Question

Information from the American Institute of Insurance indicates the mean amount of life insurance per household in the United States is $110,000. This distribution follows the normal distribution with a standard deviation of $40,000. a. If we select a random sample of 50 households, what is the standard error of the mean? b. What is the expected shape of the distribution of the sample mean? c. What is the likelihood of selecting a sample with a mean of at least $112,000? d. What is the likelihood of selecting a sample with a mean of more than $100,000? e. Find the likelihood of selecting a sample with a mean of more than $100,000 but less than $112,000

Answer 1

Answer:

a) $5,656.85

b) Bell-shaped(normally distributed).

c) 36.32% probability of selecting a sample with a mean of at least $112,000.

d) 96.16% probability of selecting a sample with a mean of more than $100,000.

e) 59.84% probability of selecting a sample with a mean of more than $100,000 but less than $112,000.

Step-by-step explanation:

To solve this question, it is important to understand the normal probability distribution and the central limit theorem.

Normal probability distribution

Problems of normally distributed samples are solved using the z-score formula.

In a set with mean $\mu$ and standard deviation $\sigma$, the zscore of a measure X is given by:

$Z = \frac{X - \mu}{\sigma}$

The Z-score measures how many standard deviations the measure is from the mean. After finding the Z-score, we look at the z-score table and find the p-value associated with this z-score. This p-value is the probability that the value of the measure is smaller than X, that is, the percentile of X. Subtracting 1 by the pvalue, we get the probability that the value of the measure is greater than X.

Central Limit theorem

The Central Limit Theorem estabilishes that, for a random variable X, with mean $\mu$ and standard deviation $\sigma$, a large sample size, of size at least 30, can be approximated to a normal distribution with mean $\mu$ and standard deviation $s = \frac{\sigma}{\sqrt{n}}$

In this problem, we have that:

$\mu = 110000, \sigma = 40000$

a. If we select a random sample of 50 households, what is the standard error of the mean?

This is the standard deviation of the sample, that is, s, when $n = 50$.

So

$s = \frac{\sigma}{\sqrt{n}} = \frac{40000}{\sqrt{50}} = 5656.85$

b. What is the expected shape of the distribution of the sample mean?

By the Central Limit Theorem, bell-shaped(normally distributed).

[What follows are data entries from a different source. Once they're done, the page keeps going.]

from aggregator.inputs.contest import CountingRule
from aggregator.inputs.counting_terms import Across, Counting, CountingWhere
from aggregator.release.chamber import describe_chamber
from aggregator.release.chances_table import build_chances_table
from aggregator.release.charts import build_charts
from aggregator.release.codes import contest_codes
from aggregator.release.combinations_table import build_combinations_table
from aggregator.release.counting_words import describe_counting
from aggregator.release.deciding_seats_table import build_deciding_seats_table
from aggregator.release.draws_file import build_draws_tree
from aggregator.release.headlines import build_headlines
from aggregator.release.seats_page_tables import (
    closest_seats_table,
    combinations_table,
    deciding_seats_table,
    districts_table,
    equal_votes_sentences,
    seats_table,
    seats_votes_table,
)
from aggregator.release.seats_rows import share_for_majority
from aggregator.release.seats_tables import build_seat_chances_table
from aggregator.release.seats_votes_table import build_seats_votes_table
from aggregator.release.table_words import Kind, SeatsVotes
from aggregator.release.write_release import build_contents
from aggregator.seats.majorities import Outcome
from tests.made_up_draws import made_up_contest, made_up_draws
from tests.release.made_up_desk import made_up_run, made_up_seats, made_up_shifted, with_overhang

ROWS = ("won", "seat_votes", "seat_chance", "seat_expected", "seat_share", "last_share")


def seats_by_hand(*draws: tuple[int, int, int]) -> xr.Dataset:
    """A chamber of ten on one date and polling day: seats of FER, LAN and HED in each draw of one chain."""
    run = made_up_draws(chains=1, draws=len(draws), dates=1)
    won = xr.DataArray(
        np.array([[(*draw, 0, 10 - min(sum(draw), 10)) for draw in draws]], dtype=np.int16),
        dims=("chain", "draw", "party"),
        coords={"party": ["FER", "LAN", "HED", "TID", "OTH"]},
    )
    dated = won.expand_dims(date=run["date"].values, axis=2)
    return xr.Dataset({"seats": dated, "seats_polling_day": won}, attrs={"chamber": 10})


@pytest.fixture(scope="module")
def run(tmp_path_factory):
    return made_up_run(tmp_path_factory.mktemp("contest"), draws=100)


def contents_of(run, **changes):
    arguments = {**run, **changes}
    return build_contents(arguments.pop("inputs"), **arguments)


@pytest.fixture(scope="module")
def contents(run):
    return contents_of(run)


def test_combinations_are_counted_by_hand_and_an_alliance_of_the_day_is_named():
    # Majority 6 of 10: FER alone; twice the pact or any pair; FER with either, and the pact falls short.
    table = build_combinations_table(
        seats_by_hand((6, 2, 2), (3, 4, 3), (4, 3, 3), (5, 2, 3)), contest=made_up_contest()
    )
    final = table[table["kind"] == Kind.ON_POLLING_DAY].set_index("combination")
    assert set(final.index) == {"FER", "FER+LAN", "FER+HED", "LAN+HED"}
    assert final.loc["FER+LAN", "chance"] == pytest.approx(4.5 / 5)  # (k + 1/2) / (S + 1) for all four
    assert final.loc["FER+LAN", "chance_minimal"] == pytest.approx(3.5 / 5)
    assert final.loc["LAN+HED", "chance"] == pytest.approx(2.5 / 5)
    assert final.loc["FER", ["mean", "q05", "q95"]].tolist() == [4.5, 3, 6]
    assert final["alliance"].to_dict() == {"FER": "", "FER+LAN": "", "FER+HED": "", "LAN+HED": "GLOW"}
    assert final["parties"].to_dict() == {"FER": 1, "FER+LAN": 2, "FER+HED": 2, "LAN+HED": 2}


def test_a_single_party_and_an_alliance_have_the_chance_that_chances_gives_them(run, contents):
    tables = contents.tables
    alone = tables.chances[
        (tables.chances["outcome"] == Outcome.MAJORITY_ALONE)
        & (tables.chances["kind"] == Kind.ON_POLLING_DAY)
    ].set_index("code")["probability"]
    final = tables.combinations[tables.combinations["kind"] == Kind.ON_POLLING_DAY]
    singles = final[final["parties"] == 1].set_index("combination")["chance"]
    assert len(singles)
    for code, chance in singles.items():
        assert chance == alone[code]
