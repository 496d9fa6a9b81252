"""Every prior scale of the model, each with its reason.

Scales are in log-support units for a party at 15 %; a party of share p has them times √(.15/p), so
that in percentage points they go as √(p(1−p)), as polling errors do.
"""

from __future__ import annotations

from dataclasses import dataclass
from math import log, sqrt

SCALE_SHARE = 0.15


@dataclass(frozen=True)
class Priors:
    """Prior scales of the election model.

    Attributes
    ----------
    drift_log_median, drift_log_sd
        National drift per √week. .035 at 15 % is half a point a week, the order that tracking of large
        parties shows: an exact fit of a local-level model to an open register of 2004–07 gives .9–1.1
        points a week for a party at 44 %, where this prior has median .7 and 90 % interval .25–1.8.
    region_ratio_median, region_ratio_most, region_ratio_spread
        A region's own drift over the national one: about half, 90 % between .2 and 1, never more than
        twice (logit-normal), since regions that move on their own more than the country moves as a whole
        would be two countries. Registers without regional polls leave it at the prior.
    house_log_median, house_log_sd
        House effects: .06 at 15 % is .8 points.
    era_part, mode_part, population_part, formation_part
        Sizes of a method's era, a mode, a population and of asking about an alliance as one, as parts of
        the house effects' size: an assumption, since no register has enough of them to learn theirs. A
        house that changes its method stays nearer to itself than to others.
    ramp_log_sd
        Log height of the ramp of opinion time on polling day: .5 lets opinion move at .4 to 2.3 times its
        usual pace (90 % interval), either way alike.
    party_spread
        How far one party's scale may stray from the common one, log units.
    weighting_loss_log_median, weighting_loss_log_sd, weighting_loss_spread
        κ − 1, the variance that weighting adds: .4 is a usual loss for a quota or weighted sample
        (Kish 1965: one plus the squared variation of the weights).
    error_floor_log_median, error_floor_log_sd, error_floor_spread
        ρ, the error that no sample size removes: .0004 doubles the variance at about 3,500 respondents.
    shared_lean
        Standard deviation of the error all polls share, log units × √p: 2.5 points at 40 %, since the average
        absolute shared error is about 2 points (Shirani-Mehr, Rothschild, Goel & Gelman 2018, JASA
        113:607–614) and sd = 2·√(π/2).
    lean_correlation
        Correlation between the shared lean at the last result and on polling day: an assumption that
        polls of one contest cannot check.
    region_lean_part
        The regional part of the shared lean, as a part of the national one: an assumption, small beside it.
    undecided_stray
        How far the undecided may break from those who chose, log units × √p: 15 points at 40 %, an
        assumption.
    free_log_sd, free_region_log_sd
        A party without a record: its national log share around the median, and each region around it.
    """

    drift_log_median: float = log(0.035)
    drift_log_sd: float = 0.6
    region_ratio_median: float = 0.5
    region_ratio_most: float = 2.0
    region_ratio_spread: float = 0.67
    house_log_median: float = log(0.06)
    house_log_sd: float = 0.5
    era_part: float = 0.5
    mode_part: float = 0.7
    population_part: float = 0.7
    formation_part: float = 0.7
    ramp_log_sd: float = 0.5
    party_spread: float = 0.35
    weighting_loss_log_median: float = log(0.4)
    weighting_loss_log_sd: float = 0.4
    weighting_loss_spread: float = 0.4
    error_floor_log_median: float = log(0.0004)
    error_floor_log_sd: float = 0.7
    error_floor_spread: float = 0.5
    shared_lean: float = 0.025 / sqrt(0.4 * 0.6)
    lean_correlation: float = 1 / 3
    region_lean_part: float = 0.4
    undecided_stray: float = 0.15 / sqrt(0.4 * 0.6)
    free_log_sd: float = 1.2
    free_region_log_sd: float = 0.5


def shared_lean_scale(points_at_40: float) -> float:
    """Log-unit scale of the shared lean, times √p, from its size in points for a party at 40 %."""
    return points_at_40 / 100 / sqrt(0.4 * 0.6)


def shared_lean_points(scale: float) -> float:
    """Size in points for a party at 40 % of a shared lean in log units × √p: `shared_lean_scale` reversed."""
    return 100 * scale * sqrt(0.4 * 0.6)
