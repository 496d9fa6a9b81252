"""Where a party without a last result starts.

Polls tell such a party's support only as they see it, shared lean included, and no record exists against
which the lean could show. So the free parameter is its *polled* start; its true start is
that less the lean of the register's middle. The prior is wide (log-sd 1.2) beside the lean.
"""

from __future__ import annotations

from typing import Any

import pymc as pm
import pytensor.tensor as pt

Array = Any


def add_free_baseline(*, free: Array, log_sd: float) -> Array:
    """Put the national polled start of the free parties, around its prior median, into the model.

    Parameters
    ----------
    free
        One where column f is party p, dims (free party, party).

    Returns
    -------
    dims (party), log support, zero for anchored parties.
    """
    own = pm.Normal("free_baseline_own", 0, 1, dims="free_party")
    return pt.dot(log_sd * own, free)


def add_free_region_baseline(*, free: Array, log_sd: float) -> Array:
    """Put each region's distance from the national start into the model; dims (region, party)."""
    own = pm.Normal("free_region_baseline_own", 0, 1, dims=("region", "free_party"))
    return pt.dot(log_sd * own, free)
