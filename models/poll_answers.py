r"""From opinion to published figures.

A row asks in a mix W of regions and reports a partition A of the parties. Its expected shares are
q = A Σ_r W_r softmax(opinion_r + leans), rescaled over the cells it has, and its answers are
Dirichlet-multinomial with precision α = (n − deff)/(deff − 1), whose variance is q(1 − q)·deff/n. Written
with log-gamma functions, weighted percentages × n need not be whole, and merging cells is exact. The
multinomial coefficient, which no parameter enters, is left out.

A figure below two of its house's rounding steps is only known to lie between two counts: the
beta-binomial probability of that interval takes its place ("0 %" means "below half a step").
"""

from __future__ import annotations

from collections.abc import Callable
from dataclasses import dataclass
from typing import Any

import numpy as np
import pymc as pm
import pytensor.tensor as pt
from scipy.special import gammaln

from models.arrays import Floats, RowArrays

Array = Any

# A sample so small that its design effect would exceed it still tells this part of its respondents.
SMALLEST_EXCESS = 0.05
# Points at which the probability of an interval of counts is summed; wider intervals are sampled evenly.
MOST_COUNTS = 12


def cell_shares(share: Array, *, partition: Array, used: Array) -> Array:
    """Expected share of each cell, rescaled over the row's cells; one if unused; dims (…, row, cell)."""
    cells = (partition * share[..., None, :]).sum(axis=-1) * used
    return cells / cells.sum(axis=-1, keepdims=True) + (1 - used)


def answer_precision(*, respondents: Array, design_effect: Array, larger: Callable) -> Array:
    """α of the Dirichlet-multinomial, dims (…, row); ``larger`` is the elementwise maximum to use."""
    return larger(respondents - design_effect, SMALLEST_EXCESS * respondents) / (design_effect - 1)


def answers_log_density(
    answers: Array, *, cells: Array, precision: Array, kept: Array, log_gamma: Callable
) -> Array:
    """Dirichlet-multinomial log density of each row's kept cells, without its coefficient; dims (…, row)."""
    weight = precision[..., None] * cells
    kept_weight = (weight * kept).sum(axis=-1)
    kept_answers = (answers * kept).sum(axis=-1)
    single = ((log_gamma(answers + weight) - log_gamma(weight)) * kept).sum(axis=-1)
    return log_gamma(kept_weight) - log_gamma(kept_answers + kept_weight) + single


def small_cells_log_density(
    counts: Array,
    *,
    log_count_weight: Array,
    weight: Array,
    precision: Array,
    respondents: Array,
    log_gamma: Callable,
    exp: Callable,
    log: Callable,
) -> Array:
    """Log probability that a beta-binomial count lies in an interval; dims (…, small).

    Parameters
    ----------
    counts
        Counts inside the interval, dims (small, count).
    log_count_weight
        Log of the coefficient and of the number of counts each stands for, dims (small, count); very
        negative for padding.
    weight, precision, respondents
        α q of the cell, α and n of its row, dims (…, small).
    """
    a, total, n = weight[..., None], precision[..., None], respondents[..., None]
    terms = (
        log_count_weight
        + log_gamma(counts + a)
        - log_gamma(a)
        + log_gamma(n - counts + total - a)
        - log_gamma(total - a)
        + log_gamma(total)
        - log_gamma(n + total)
    )
    highest = terms.max(axis=-1, keepdims=True)
    return log(exp(terms - highest).sum(axis=-1)) + highest[..., 0]


@dataclass(frozen=True)
class SmallCounts:
    """The counts an interval cell may stand for, padded to one width; dims (small, count)."""

    counts: Floats
    log_count_weight: Floats


def small_counts(rows: RowArrays) -> SmallCounts:
    """Counts inside each interval and the log of their coefficients."""
    size = len(rows.small_row)
    counts = np.zeros((size, MOST_COUNTS))
    log_weight = np.full((size, MOST_COUNTS), -1e10)
    for i, (row, low, high) in enumerate(zip(rows.small_row, rows.small_low, rows.small_high, strict=True)):
        n = rows.respondents[row]
        first, last = np.ceil(low), max(np.floor(min(high, n)), np.ceil(low))
        inside = last - first + 1
        points = int(min(inside, MOST_COUNTS))
        # Midpoints of equal stretches of the interval; with few counts these are the counts themselves.
        y = first - 0.5 + (np.arange(points) + 0.5) * inside / points
        y = np.clip(y, 0, n)
        counts[i, :points] = y
        log_weight[i, :points] = (
            gammaln(n + 1) - gammaln(y + 1) - gammaln(n - y + 1) + np.log(inside / points)
        )
    return SmallCounts(counts=counts, log_count_weight=log_weight)


def kept_cells(rows: RowArrays) -> Floats:
    """Used cells that are not only known as intervals; dims (row, cell)."""
    kept = rows.used.copy()
    kept[rows.small_row, rows.small_cell] = 0
    return kept


def add_answers(*, answers: Array, cells: Array, precision: Array, kept: Array) -> Array:
    """Put the published figures into the current model as observed Dirichlet-multinomial rows."""

    def log_density(value: Array, precision: Array, cells: Array, kept: Array) -> Array:
        return answers_log_density(value, cells=cells, precision=precision, kept=kept, log_gamma=pt.gammaln)

    def draw(precision: Array, cells: Array, kept: Array, rng: Any = None, size: Any = None) -> Array:
        weight = np.where(kept > 0, precision[..., None] * cells, 0)
        gamma = rng.gamma(np.maximum(weight, 1e-12)) * (kept > 0)
        share = gamma / np.maximum(gamma.sum(axis=-1, keepdims=True), 1e-300)
        total = np.round((answers.get_value() * kept).sum(axis=-1)).astype(int)
        return np.stack([rng.multinomial(n, p / p.sum()) for n, p in zip(total, share, strict=True)]).astype(
            float
        )

    return pm.CustomDist(
        "answers",
        precision,
        cells,
        kept,
        logp=log_density,
        random=draw,
        signature="(),(c),(c)->(c)",
        observed=answers,
    )


def add_small_cells(
    *, counts: Array, log_count_weight: Array, weight: Array, precision: Array, respondents: Array
) -> Array:
    """Put the interval cells into the current model."""

    def log_density(
        value: Array, weight: Array, precision: Array, respondents: Array, log_count_weight: Array
    ) -> Array:
        return small_cells_log_density(
            value,
            log_count_weight=log_count_weight,
            weight=weight,
            precision=precision,
            respondents=respondents,
            log_gamma=pt.gammaln,
            exp=pt.exp,
            log=pt.log,
        )

    def draw(
        weight: Array,
        precision: Array,
        respondents: Array,
        log_count_weight: Array,
        rng: Any = None,
        size: Any = None,
    ) -> Array:
        chance = rng.beta(weight, np.maximum(precision - weight, 1e-9))
        count = rng.binomial(np.round(respondents).astype(int), chance).astype(float)
        return np.broadcast_to(count[..., None], (*count.shape, MOST_COUNTS)).copy()

    return pm.CustomDist(
        "small_answers",
        weight,
        precision,
        respondents,
        log_count_weight,
        logp=log_density,
        random=draw,
        signature="(),(),(),(k)->(k)",
        observed=counts,
    )
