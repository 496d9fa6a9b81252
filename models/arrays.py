"""What the model is given: labelled numbers only, no files and no tables.

A *row* is one published set of figures: a whole poll, or one region of a poll that reports a
breakdown. A *cell* is one figure of a row: a party, an alliance, or all the rest together.
"""

from __future__ import annotations

from dataclasses import dataclass, fields

import numpy as np
from numpy.typing import NDArray

Floats = NDArray[np.float64]
Indices = NDArray[np.int64]


class ModelInputError(ValueError):
    """The arrays handed to the model contradict each other."""


@dataclass(frozen=True)
class CountryArrays:
    """Parties and regions, and where they stood at the last election.

    Attributes
    ----------
    parties, regions
        Labels, lengths P and R.
    turnout
        Each region's share of the country's votes, dims (region), sums to one.
    standing
        Whether a party stands in a region, dims (region, party).
    start_log_share
        Log of the last result's share, or of the prior median for a party without a record, dims (region,
        party); of no meaning where the party does not stand.
    reference_share
        The party's typical national share, dims (party), share 0–1: sets the size of its scales.
    pilot_share
        Rough national support over the register, dims (party), sums to one: sets the sampling
        coordinates only, never the model.
    free_party
        Positions of the parties without a last result, dims (free party).
    """

    parties: tuple[str, ...]
    regions: tuple[str, ...]
    turnout: Floats
    standing: NDArray[np.bool_]
    start_log_share: Floats
    reference_share: Floats
    pilot_share: Floats
    free_party: Indices


@dataclass(frozen=True)
class KnotArrays:
    """The days between which opinion moves in straight lines; knot 0 is the start of the walk.

    Attributes
    ----------
    national_day, region_day
        Days since the first national knot, ascending, dims (knot); the last is polling day.
    national_step, region_step
        Opinion time between neighbouring knots, weeks, dims (knot − 1).
    lean_clock
        Position of each national knot between last result (0) and polling day (1), dims (knot).
    lean_reference
        The clock's position at the middle of the register: where a party without a record is
        pinned to what polls say of it.
    """

    national_day: Floats
    region_day: Floats
    national_step: Floats
    region_step: Floats
    lean_clock: Floats
    lean_reference: float


@dataclass(frozen=True)
class RowArrays:
    """The published figures, one entry per row.

    Attributes
    ----------
    polls, houses
        Labels, lengths I and H.
    poll_of_row
        Position in ``polls``, dims (row).
    house_of_row
        Position in ``houses``, dims (row).
    national_weight, region_weight
        Weight of each knot, averaged over the days of fieldwork, dims (row, knot); rows sum to one.
    region_mix
        Turnout weights of the regions asked, dims (row, region); rows sum to one.
    respondents
        Respondents behind the row's figures, dims (row).
    poll_respondents
        Respondents of the whole poll the row belongs to, dims (row).
    weighting_known
        One where the desk gave an effective sample, so that no weighting loss is left to learn; else
        zero, dims (row).
    partition
        One where a cell contains a party, dims (row, cell, party).
    answers
        Share × respondents of each cell, dims (row, cell); zero in unused cells.
    used
        One where the row has the cell, dims (row, cell).
    small_row, small_cell
        Which cells are only known to lie between two counts, dims (small).
    small_low, small_high
        Those counts, dims (small), unit: respondents.
    """

    polls: tuple[str, ...]
    houses: tuple[str, ...]
    poll_of_row: Indices
    house_of_row: Indices
    national_weight: Floats
    region_weight: Floats
    region_mix: Floats
    respondents: Floats
    poll_respondents: Floats
    weighting_known: Floats
    partition: Floats
    answers: Floats
    used: Floats
    small_row: Indices
    small_cell: Indices
    small_low: Floats
    small_high: Floats


@dataclass(frozen=True)
class ElectionArrays:
    """Everything the model is built from."""

    country: CountryArrays
    knots: KnotArrays
    rows: RowArrays

    def check(self) -> None:
        """Refuse arrays that contradict each other.

        Raises
        ------
        ModelInputError
            Naming the array and what is wrong with it.
        """
        country, rows = self.country, self.rows
        for part in (country, self.knots, rows):
            for field in fields(part):
                value = getattr(part, field.name)
                if isinstance(value, np.ndarray) and value.dtype.kind == "f" and not np.isfinite(value).all():
                    raise ModelInputError(f"{field.name} holds a value that is not a finite number")
        _require(np.isclose(country.turnout.sum(), 1), "turnout must sum to one")
        _require(np.isclose(country.pilot_share.sum(), 1), "pilot_share must sum to one")
        _require(bool((country.pilot_share > 0).all()), "pilot_share must be positive")
        _require(bool(country.standing.any(axis=1).all()), "every region needs a party that stands there")
        _require(len(rows.respondents) > 0, "there must be at least one row")
        _require(bool((rows.respondents > 1).all()), "every row needs more than one respondent")
        _require(
            bool((rows.poll_respondents >= rows.respondents - 1e-6).all()),
            "a row cannot hold more respondents than its poll",
        )
        for name in ("national_weight", "region_weight", "region_mix"):
            _require(np.allclose(getattr(rows, name).sum(axis=1), 1), f"{name} must sum to one in every row")
        _require(
            bool((rows.partition.sum(axis=1) <= 1).all()), "a party may be in one cell of a row at the most"
        )


def _require(holds: bool | np.bool_, message: str) -> None:
    if not holds:
        raise ModelInputError(message)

c. What is the likelihood of selecting a sample with a mean of at least $112,000?

This is 1 subtracted by the pvalue of Z when X = 112000. So

$Z = \frac{X - \mu}{\sigma}$

By the Central Limit Theorem

$Z = \frac{X - \mu}{s}$

$Z = \frac{112000 - 110000}{5656.85}$

$Z = 0.35$

$Z = 0.35$ has a pvalue of 0.6368

So 1-0.6368 = 0.3632 = 36.32% probability of selecting a sample with a mean of at least $112,000.

d. What is the likelihood of selecting a sample with a mean of more than $100,000?

This is 1 subtracted by the pvalue of Z when X = 112000. So

$Z = \frac{X - \mu}{s}$

$Z = \frac{100000 - 110000}{5656.85}$

$Z = -1.77$

$Z = -1.77$ has a pvalue of 0.0384.

So 1-0.0384 = 0.9616 = 96.16% probability of selecting a sample with a mean of more than $100,000.

e. Find the likelihood of selecting a sample with a mean of more than $100,000 but less than $112,000

This is the pvalue of Z when X = 112000 subtractex by the pvalue of Z when X = 100000.

So

X = 112000

$Z = \frac{X - \mu}{s}$

$Z = \frac{112000 - 110000}{5656.85}$

$Z = 0.35$

$Z = 0.35$ has a pvalue of 0.6368

X = 100000

$Z = \frac{X - \mu}{s}$

$Z = \frac{100000 - 110000}{5656.85}$

$Z = -1.77$

$Z = -1.77$ has a pvalue of 0.0384.

So 0.6368 - 0.0384 = 0.5984 = 59.84% probability of selecting a sample with a mean of more than $100,000 but less than $112,000.